▶ [REQUIRED WORK] The entries below contain a stretch that opens with the line containing "expect(renamed.status).toBe(200);" and closes with the line containing "lanterns')?.description).toContain('Theme: Paper lanterns');"; set down that stretch exactly, both ends included, and nothing else.
*** EXTRACTED ENTRIES ***
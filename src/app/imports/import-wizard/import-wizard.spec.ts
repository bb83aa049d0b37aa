import { TestbedHarnessEnvironment } from '@angular/cdk/testing/testbed';
import { provideHttpClient } from '@angular/common/http';
import { TestBed } from '@angular/core/testing';
import { MatStepperHarness } from '@angular/material/stepper/testing';
import { provideRouter } from '@angular/router';
import { of } from 'rxjs';
import type { ImportPreview } from '@shared/contracts/imports';
import { ImportsApi, type UploadEvent } from '../imports-api';
import { ImportWizard } from './import-wizard';

function salesPreview(returnRows: number): ImportPreview {
  return {
    id: 7,
    status: 'preview',
    fileName: 'sales.csv',
    dateOrder: null,
    hasErrors: false,
    byteSize: 120,
    sha256: 'a'.repeat(64),
    duplicateOf: null,
    kind: 'sales',
    layout: 'sales',
    delimiter: ',',
    decimalSeparator: '.',
    headerRow: 1,
    period: 'daily',
    dateFormat: 'YYYY-MM-DD',
    dateAmbiguous: false,
    columns: [
      { index: 0, name: 'date', role: 'date' },
      { index: 1, name: 'item', role: 'item' },
      { index: 2, name: 'quantity', role: 'quantity' },
      { index: 3, name: 'revenue', role: 'revenue' },
    ],
    mapping: { date: 'date', item: 'item', quantity: 'quantity', revenue: 'revenue' },
    rows: 4,
    returnRows,
    sample: [['2025-06-01', 'Oak tray', '-1', '-10.00']],
    problems: [],
  };
}

async function checkStep(returnRows: number) {
  const upload = () => of<UploadEvent>({ kind: 'done', preview: salesPreview(returnRows) });
  TestBed.configureTestingModule({
    imports: [ImportWizard],
    providers: [provideHttpClient(), provideRouter([]), { provide: ImportsApi, useValue: { upload } }],
  });
  const fixture = TestBed.createComponent(ImportWizard);
  fixture.componentRef.setInput('file', new File(['date,item,quantity,revenue'], 'sales.csv'));
  await fixture.whenStable();
  const stepper = await TestbedHarnessEnvironment.loader(fixture).getHarness(MatStepperHarness);
  await stepper.selectStep({ label: 'Check' });
  await fixture.whenStable();
  return fixture.nativeElement.querySelector('[data-testid=returns]')?.textContent?.trim() ?? null;
}

describe('ImportWizard check step', () => {
  it('when the preview has 3 return rows, then the check step says so', async () => {
    expect(await checkStep(3)).toBe('undo 3 rows are returns (negative quantity); they are stored as negative sales.');
  });

  it('when the preview has one return row, then the line speaks of one row', async () => {
    expect(await checkStep(1)).toContain('1 row is a return (negative quantity)');
  });

  it('when the preview has no return rows, then no line is shown', async () => {
    expect(await checkStep(0)).toBeNull();
  });
});
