describe('a feed by its token', () => {
  it('when a calendar app fetches the "all" feed, then ical.js reads every step, the recurring market and its deadline', async () => {
    const s = await studioWithWork();
    const { agent, feed } = await newFeed(s.studioId, s.owner.email, { scope: 'all', includeHolidays: false });
    const response = await request(t.app).get(path(feed.url));
    expect(response.status).toBe(200);
    expect(response.headers['content-type']).toBe('text/calendar; charset=utf-8');
    const { calendar, events } = parseFeed(response.text);
    expect(calendar.getFirstPropertyValue('x-wr-calname')).toBe('Test studio · all work');
    expect(calendar.getFirstPropertyValue('x-wr-timezone')).toBe('America/New_York');
    expect(calendar.getFirstPropertyValue('refresh-interval')?.toString()).toBe('PT1H');
    expect(calendar.getFirstPropertyValue('x-published-ttl')).toBe('PT1H');
    expect(events.map((event) => event.summary).sort()).toEqual(
      ['Application deadline: Riverside Saturday market', 'Film the how-to', 'Riverside Saturday market', tricky].sort(),
    );
    const cut = events.find((event) => event.summary === tricky)!;
    // All-day: DATE values, DTEND the day after the last day (RFC 5545 §3.6.1).
    expect(cut).toMatchObject({ startType: 'date', start: inDays(s.today, 3), end: inDays(s.today, 6), sequence: 3, category: 'build', uid: `kerfcast-event-${s.ids.cut}@app.example.test` });
    expect(cut.description).toContain(trickyNotes);
    expect(cut.description).toContain('Never leave the laser cutter running unattended');
    expect(cut.description).toContain('manuals, local codes and licensed professionals');
    expect(cut.description).toContain(`Open in Kerfcast: http://app.example.test/studios/${s.studioId}/calendar?date=${inDays(s.today, 3)}`);
    expect(cut.stamp).toMatch(/Z$/);
    const market = events.find((event) => event.summary === 'Riverside Saturday market')!;
    // Recurring markets stay one RRULE with EXDATE, not expanded; ical.js expands it to check.
    expect(market).toMatchObject({ rrule: 'FREQ=WEEKLY;COUNT=10', exdates: [inDays(s.today, 15)], isRecurring: true, location: 'Old grain hall' });
    const iterator = market.event.iterator();
    const dates: string[] = [];
    for (let next = iterator.next(); next; next = iterator.next()) if (!market.exdates.includes(next.toString())) dates.push(next.toString());
    expect(dates).toEqual([1, 8, 22, 29, 36, 43, 50, 57, 64].map((days) => inDays(s.today, days)));
    expect(events.some((event) => event.category === 'holiday')).toBe(false);
    const listed = await agent.get(`/api/studios/${s.studioId}/feeds`);
    expect(listed.body[0].lastFetchedAt).not.toBeNull();
  });

  it('when the feed is fetched twice, then UIDs are the same and unique', async () => {
    const s = await studioWithWork();
    const { feed } = await newFeed(s.studioId, s.owner.email, { scope: 'all', includeHolidays: true });
    const first = parseFeed((await request(t.app).get(path(feed.url))).text).events.map((event) => event.uid);
    const second = parseFeed((await request(t.app).get(path(feed.url))).text).events.map((event) => event.uid);
    expect(second).toEqual(first);
    expect(new Set(first).size).toBe(first.length);
    expect(first.length).toBeGreaterThan(5);
  });

  it('when the text is written, then lines end in CRLF, fold at 75 octets and TEXT is escaped per RFC 5545 §3.3.11', async () => {
    const s = await studioWithWork();
    const { feed } = await newFeed(s.studioId, s.owner.email, { scope: 'mine', includeHolidays: false });
    await t.db('events').where({ id: s.ids.cut }).update({ assignee_user_id: s.owner.id });
    const text = (await request(t.app).get(path(feed.url)).buffer(true)).text;
    expect(text.endsWith('END:VCALENDAR\r\n')).toBe(true);
    const lines = text.split('\r\n');
    expect(lines.some((line) => line.includes('\n'))).toBe(false);
    for (const line of lines) expect(Buffer.byteLength(line, 'utf8')).toBeLessThanOrEqual(75);
    expect(lines.some((line) => line.startsWith(' '))).toBe(true);
    const unfolded = text.replace(/\r\n[ \t]/g, '');
    expect(unfolded).toContain('SUMMARY:Sand\\, prime\\; seal \\\\ wax\r\n');
    expect(unfolded).toContain('Notes: Line one\\, with a comma\\; a semicolon\\nLine two \\\\ backslash');
    const { events } = parseFeed(text);
    expect(events[0].summary).toBe(tricky);
    expect(events[0].description).toContain(trickyNotes);
  });

  it('when a crew member fetches their "mine" feed, then it holds only their placed steps', async () => {
    const s = await studioWithWork();
    const { feed } = await newFeed(s.studioId, s.crew.email, { scope: 'mine', includeHolidays: false });
    const { calendar, events } = parseFeed((await request(t.app).get(path(feed.url))).text);
    expect(calendar.getFirstPropertyValue('x-wr-calname')).toBe('Test studio · my steps (crew person)');
    expect(events.map((event) => event.summary)).toEqual([tricky]);
  });

  it('when the "markets" feed includes holidays, then it holds markets, deadlines, holidays and occasions but no steps', async () => {
    const s = await studioWithWork();
    const { feed } = await newFeed(s.studioId, s.partner.email, { scope: 'markets', includeHolidays: true });
    const { events } = parseFeed((await request(t.app).get(path(feed.url))).text);
    const categories = new Set(events.map((event) => event.category));
    expect([...categories].sort()).toEqual(['deadline', 'holiday', 'market', 'occasion']);
    // The studio is in the US (the default): Independence Day is among the holidays, as a one-day DATE event.
    const independence = events.find((event) => event.category === 'holiday' && /Independence Day/.test(event.summary));
    expect(independence?.startType).toBe('date');
    expect(independence!.end).toBe(inDays(independence!.start, 1));
    expect(independence!.start.slice(5)).toMatch(/^07-0[345]$/);
  });

  it('when a revalidation carries the ETag or the Last-Modified date, then 304 with no body; a change gives 200 and a higher SEQUENCE', async () => {
    const s = await studioWithWork();
    const { feed } = await newFeed(s.studioId, s.owner.email, { scope: 'all', includeHolidays: false });
    const first = await request(t.app).get(path(feed.url));
    const { etag, 'last-modified': lastModified } = first.headers;
    expect(etag).toMatch(/^"[A-Za-z0-9_-]+"$/);
    expect(new Date(lastModified).toUTCString()).toBe(lastModified);
    const byTag = await request(t.app).get(path(feed.url)).set('If-None-Match', etag);
    expect(byTag.status).toBe(304);
    expect(byTag.text).toBe('');
    expect(byTag.headers['etag']).toBe(etag);
    expect((await request(t.app).get(path(feed.url)).set('If-None-Match', `W/${etag}`)).status).toBe(304);
    expect((await request(t.app).get(path(feed.url)).set('If-Modified-Since', lastModified)).status).toBe(304);
    expect((await request(t.app).get(path(feed.url)).set('If-Modified-Since', new Date(Date.parse(lastModified) - 1000).toUTCString())).status).toBe(200);
    // If-None-Match wins over If-Modified-Since (RFC 9110 §13.2.2).
    expect((await request(t.app).get(path(feed.url)).set('If-None-Match', '"other"').set('If-Modified-Since', lastModified)).status).toBe(200);

    await new Promise((resolve) => setTimeout(resolve, 5));
    await t.db('events').where({ id: s.ids.cut }).update({ title: 'Batch cut', version: t.db.raw('version + 1'), sequence: t.db.raw('sequence + 1'), updated_at: t.db.raw('CURRENT_TIMESTAMP(3)') });
    const changed = await request(t.app).get(path(feed.url)).set('If-None-Match', etag);
    expect(changed.status).toBe(200);
    expect(changed.headers['etag']).not.toBe(etag);
    expect(parseFeed(changed.text).events.find((event) => event.summary === 'Batch cut')?.sequence).toBe(4);
    await t.db('markets').where({ id: s.ids.market }).update({ name: 'Riverside market', version: 2 });
    const marketChanged = await request(t.app).get(path(feed.url)).set('If-None-Match', changed.headers['etag']);
    expect(marketChanged.status).toBe(200);
    expect(parseFeed(marketChanged.text).events.find((event) => event.summary === 'Riverside market')?.sequence).toBe(1);
    // Names the steps carry and the studio's own occasions are in the ETag too.
    const [themeId] = await t.db('themes').insert({ studio_id: s.studioId, name: 'Lanterns', status: 'building' });
    await t.db('events').where({ id: s.ids.cut }).update({ theme_id: themeId, updated_at: t.db.raw('CURRENT_TIMESTAMP(3)') });
    const themed = await request(t.app).get(path(feed.url)).set('If-None-Match', marketChanged.headers['etag']);
    expect(themed.status).toBe(200);
    await t.db('themes').where({ id: themeId }).update({ name: 'Paper lanterns' });
    const renamed = await request(t.app).get(path(feed.url)).set('If-None-Match', themed.headers['etag']);
    expect(renamed.status).toBe(200);
    // The step's title carries its theme (feed clients show titles only): "Batch cut · Paper lanterns".
    expect(parseFeed(renamed.text).events.find((event) => event.summary === 'Batch cut · Paper lanterns')?.description).toContain('Theme: Paper lanterns');
    await t.db('studio_occasions').insert({ studio_id: s.studioId, occasion_key: 'custom-open-studio', name: 'Open studio day', dates: JSON.stringify(['2027-03-06']) });
    expect((await request(t.app).get(path(feed.url)).set('If-None-Match', renamed.headers['etag'])).status).toBe(200);
  });

  it('when the token is unknown or malformed, then 404 in the error shape', async () => {
    const unknown = await request(t.app).get('/feeds/AAAAAAAAAAAAAAAAAAAAAAAAAAAAAAAAAAAAAAAAAAA.ics');
    expect(unknown.status).toBe(404);
    expect(unknown.body.error.code).toBe('not_found');
    expect((await request(t.app).get('/feeds/short.ics')).status).toBe(404);
    expect((await request(t.app).get('/feeds/AAAAAAAAAAAAAAAAAAAAAAAAAAAAAAAAAAAAAAAAAAA')).status).toBe(404);
  });
});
*** End of EXTRACTED ENTRIES ***
▶ [REPLY TO THE EXERCISE]
    expect(renamed.status).toBe(200);
    // The step's title carries its theme (feed clients show titles only): "Batch cut · Paper lanterns".
    expect(parseFeed(renamed.text).events.find((event) => event.summary === 'Batch cut · Paper lanterns')?.description).toContain('Theme: Paper lanterns');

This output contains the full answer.